Copy each record below without changing a single word.

RECORDS PROVIDED:
* * *

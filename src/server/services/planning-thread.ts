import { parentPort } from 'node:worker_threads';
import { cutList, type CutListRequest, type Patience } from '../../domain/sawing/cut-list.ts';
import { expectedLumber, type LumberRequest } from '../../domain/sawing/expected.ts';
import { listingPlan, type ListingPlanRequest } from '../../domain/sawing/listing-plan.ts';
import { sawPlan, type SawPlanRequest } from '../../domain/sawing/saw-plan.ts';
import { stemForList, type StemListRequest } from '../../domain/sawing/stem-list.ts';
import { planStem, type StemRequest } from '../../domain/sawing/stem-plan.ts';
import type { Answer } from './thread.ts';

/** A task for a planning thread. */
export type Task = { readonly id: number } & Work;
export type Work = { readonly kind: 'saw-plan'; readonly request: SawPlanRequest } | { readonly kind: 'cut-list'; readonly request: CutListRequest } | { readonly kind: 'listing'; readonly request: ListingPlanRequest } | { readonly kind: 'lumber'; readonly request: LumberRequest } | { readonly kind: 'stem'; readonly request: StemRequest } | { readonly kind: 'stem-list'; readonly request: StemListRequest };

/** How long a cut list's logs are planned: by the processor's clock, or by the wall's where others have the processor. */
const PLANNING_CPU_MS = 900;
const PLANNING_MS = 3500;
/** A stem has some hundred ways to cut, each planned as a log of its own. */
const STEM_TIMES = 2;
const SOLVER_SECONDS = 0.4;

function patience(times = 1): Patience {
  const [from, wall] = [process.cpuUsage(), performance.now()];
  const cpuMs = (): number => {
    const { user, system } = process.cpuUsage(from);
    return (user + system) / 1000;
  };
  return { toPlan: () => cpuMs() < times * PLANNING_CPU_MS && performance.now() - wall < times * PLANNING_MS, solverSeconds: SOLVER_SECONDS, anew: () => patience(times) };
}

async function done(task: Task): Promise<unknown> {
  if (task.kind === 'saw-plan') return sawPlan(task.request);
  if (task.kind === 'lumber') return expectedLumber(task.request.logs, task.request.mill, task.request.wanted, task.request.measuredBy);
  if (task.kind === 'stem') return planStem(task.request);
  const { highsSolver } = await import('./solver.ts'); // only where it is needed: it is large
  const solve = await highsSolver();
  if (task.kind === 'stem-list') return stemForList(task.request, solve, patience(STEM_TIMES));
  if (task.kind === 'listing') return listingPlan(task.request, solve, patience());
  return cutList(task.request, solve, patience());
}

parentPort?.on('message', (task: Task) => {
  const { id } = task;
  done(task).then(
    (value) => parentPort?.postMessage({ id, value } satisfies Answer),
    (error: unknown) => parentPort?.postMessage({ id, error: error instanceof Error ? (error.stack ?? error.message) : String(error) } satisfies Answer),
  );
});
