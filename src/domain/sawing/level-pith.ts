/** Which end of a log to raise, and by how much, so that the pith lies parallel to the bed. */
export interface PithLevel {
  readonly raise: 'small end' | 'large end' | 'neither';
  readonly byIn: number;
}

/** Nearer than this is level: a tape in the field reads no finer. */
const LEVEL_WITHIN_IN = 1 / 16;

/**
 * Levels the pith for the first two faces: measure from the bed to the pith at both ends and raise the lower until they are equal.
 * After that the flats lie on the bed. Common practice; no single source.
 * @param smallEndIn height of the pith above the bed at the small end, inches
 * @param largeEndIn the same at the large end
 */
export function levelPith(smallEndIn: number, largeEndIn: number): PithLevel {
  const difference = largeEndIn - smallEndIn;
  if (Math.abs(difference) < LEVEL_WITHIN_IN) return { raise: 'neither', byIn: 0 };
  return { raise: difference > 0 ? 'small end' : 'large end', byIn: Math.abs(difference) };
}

* * *

ANSWER SPACE:
filename src/server/services/planning-thread.ts
import { parentPort } from 'node:worker_threads';
import { cutList, type CutListRequest, type Patience } from '../../domain/sawing/cut-list.ts';
import { expectedLumber, type LumberRequest } from '../../domain/sawing/expected.ts';
import { listingPlan, type ListingPlanRequest } from '../../domain/sawing/listing-plan.ts';
import { sawPlan, type SawPlanRequest } from '../../domain/sawing/saw-plan.ts';
import { stemForList, type StemListRequest } from '../../domain/sawing/stem-list.ts';
import { planStem, type StemRequest } from '../../domain/sawing/stem-plan.ts';
import type { Answer } from './thread.ts';

/** A task for a planning thread. */
export type Task = { readonly id: number } & Work;
export type Work = { readonly kind: 'saw-plan'; readonly request: SawPlanRequest } | { readonly kind: 'cut-list'; readonly request: CutListRequest } | { readonly kind: 'listing'; readonly request: ListingPlanRequest } | { readonly kind: 'lumber'; readonly request: LumberRequest } | { readonly kind: 'stem'; readonly request: StemRequest } | { readonly kind: 'stem-list'; readonly request: StemListRequest };

/** How long a cut list's logs are planned: by the processor's clock, or by the wall's where others have the processor. */
const PLANNING_CPU_MS = 900;
const PLANNING_MS = 3500;
/** A stem has some hundred ways to cut, each planned as a log of its own. */
const STEM_TIMES = 2;
const SOLVER_SECONDS = 0.4;

function patience(times = 1): Patience {
  const [from, wall] = [process.cpuUsage(), performance.now()];
  const cpuMs = (): number => {
    const { user, system } = process.cpuUsage(from);
    return (user + system) / 1000;
  };
  return { toPlan: () => cpuMs() < times * PLANNING_CPU_MS && performance.now() - wall < times * PLANNING_MS, solverSeconds: SOLVER_SECONDS, anew: () => patience(times) };
}

async function done(task: Task): Promise<unknown> {
  if (task.kind === 'saw-plan') return sawPlan(task.request);
  if (task.kind === 'lumber') return expectedLumber(task.request.logs, task.request.mill, task.request.wanted, task.request.measuredBy);
  if (task.kind === 'stem') return planStem(task.request);
  const { highsSolver } = await import('./solver.ts'); // only where it is needed: it is large
  const solve = await highsSolver();
  if (task.kind === 'stem-list') return stemForList(task.request, solve, patience(STEM_TIMES));
  if (task.kind === 'listing') return listingPlan(task.request, solve, patience());
  return cutList(task.request, solve, patience());
}

parentPort?.on('message', (task: Task) => {
  const { id } = task;
  done(task).then(
    (value) => parentPort?.postMessage({ id, value } satisfies Answer),
    (error: unknown) => parentPort?.postMessage({ id, error: error instanceof Error ? (error.stack ?? error.message) : String(error) } satisfies Answer),
  );
});
filename src/domain/sawing/level-pith.ts
/** Which end of a log to raise, and by how much, so that the pith lies parallel to the bed. */
export interface PithLevel {
  readonly raise: 'small end' | 'large end' | 'neither';
  readonly byIn: number;
}

/** Nearer than this is level: a tape in the field reads no finer. */
const LEVEL_WITHIN_IN = 1 / 16;

/**
 * Levels the pith for the first two faces: measure from the bed to the pith at both ends and raise the lower until they are equal.
 * After that the flats lie on the bed. Common practice; no single source.
 * @param smallEndIn height of the pith above the bed at the small end, inches
 * @param largeEndIn the same at the large end
 */
export function levelPith(smallEndIn: number, largeEndIn: number): PithLevel {
  const difference = largeEndIn - smallEndIn;
  if (Math.abs(difference) < LEVEL_WITHIN_IN) return { raise: 'neither', byIn: 0 };
  return { raise: difference > 0 ? 'small end' : 'large end', byIn: Math.abs(difference) };
}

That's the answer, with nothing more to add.